* What you will do *
Print the first line of the records below and every line after it, up to and including the line with "if (!(error instanceof". Print nothing else.

Dataset entries
-- -- --
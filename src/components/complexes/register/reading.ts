import { DomainError } from '#src/chem/errors.ts';
import type { EntityReading, LigandReading, Question, Reading } from '#src/chem/formula/index.ts';

/** What came of reading the text: nothing typed, a refusal with its place, or a reading. */
export type Attempt =
  | { kind: 'empty' }
  | { kind: 'refused'; message: string; position: number | null }
  | { kind: 'read'; reading: Reading };

/** A question that was answered. It is kept whole, since a settled reading no longer asks it. */
export interface Answered {
  question: Question;
  value: string;
}

export const answersOf = (answered: readonly Answered[]): Record<string, string> =>
  Object.fromEntries(answered.map(({ question, value }) => [question.code, value]));

/** Reads the text; what the reader refuses becomes something to show. */
export function attemptReading(
  readFormula: (text: string, answers: Record<string, string>) => Reading,
  text: string,
  answered: readonly Answered[],
): Attempt {
  if (text.trim() === '') return { kind: 'empty' };
  try {
    return { kind: 'read', reading: readFormula(text, answersOf(answered)) };
  } catch (error) {
    if (!(error instanceof DomainError)) throw error;
    return { kind: 'refused', message: sentence(error.message), position: error.position ?? null };
  }
}

const sentence = (text: string) => text.charAt(0).toUpperCase() + text.slice(1);

/** The one entity of a reading that a record can be made of; null while there is none, or several. */
export function soleEntity(reading: Reading): EntityReading | null {
  const [entity, ...others] = reading.entities;
  return entity && others.length === 0 ? entity : null;
}

/** Whether more than the entity was typed: counter-ions or solvates, which belong to a preparation. */
export const isSalt = (reading: Reading): boolean => reading.counterIons.length > 0 || reading.solvates.length > 0;

/** `Cl^-`, `ox^2-`, `en`: a ligand with its charge, in the text the formula setting reads. */
export function ligandText({ abbreviation, charge }: Pick<LigandReading, 'abbreviation' | 'charge'>): string {
  if (!charge) return abbreviation;
  const size = Math.abs(charge) === 1 ? '' : Math.abs(charge);
  return `${abbreviation}^${size}${charge > 0 ? '+' : '-'}`;
}

const WATER = new Set(['H2O', 'OH2', 'D2O']);

/** What of the typed text stays with the preparation, in words: "the counter-ion and the water of crystallisation". */
export function besideEntity({ counterIons, solvates }: Pick<Reading, 'counterIons' | 'solvates'>): string {
  const ions = counterIons.length > 0 ? [counterIons.length === 1 ? 'the counter-ion' : 'the counter-ions'] : [];
  const water = solvates.some(({ formula }) => WATER.has(formula)) ? ['water of crystallisation'] : [];
  const other = solvates.some(({ formula }) => !WATER.has(formula)) ? ['solvent of crystallisation'] : [];
  return [...ions, ...water, ...other].join(' and ');
}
-- -- --
* Result of the exercise *
filename src/components/complexes/register/reading.ts
import { DomainError } from '#src/chem/errors.ts';
import type { EntityReading, LigandReading, Question, Reading } from '#src/chem/formula/index.ts';

/** What came of reading the text: nothing typed, a refusal with its place, or a reading. */
export type Attempt =
  | { kind: 'empty' }
  | { kind: 'refused'; message: string; position: number | null }
  | { kind: 'read'; reading: Reading };

/** A question that was answered. It is kept whole, since a settled reading no longer asks it. */
export interface Answered {
  question: Question;
  value: string;
}

export const answersOf = (answered: readonly Answered[]): Record<string, string> =>
  Object.fromEntries(answered.map(({ question, value }) => [question.code, value]));

/** Reads the text; what the reader refuses becomes something to show. */
export function attemptReading(
  readFormula: (text: string, answers: Record<string, string>) => Reading,
  text: string,
  answered: readonly Answered[],
): Attempt {
  if (text.trim() === '') return { kind: 'empty' };
  try {
    return { kind: 'read', reading: readFormula(text, answersOf(answered)) };
  } catch (error) {
    if (!(error instanceof DomainError)) throw error;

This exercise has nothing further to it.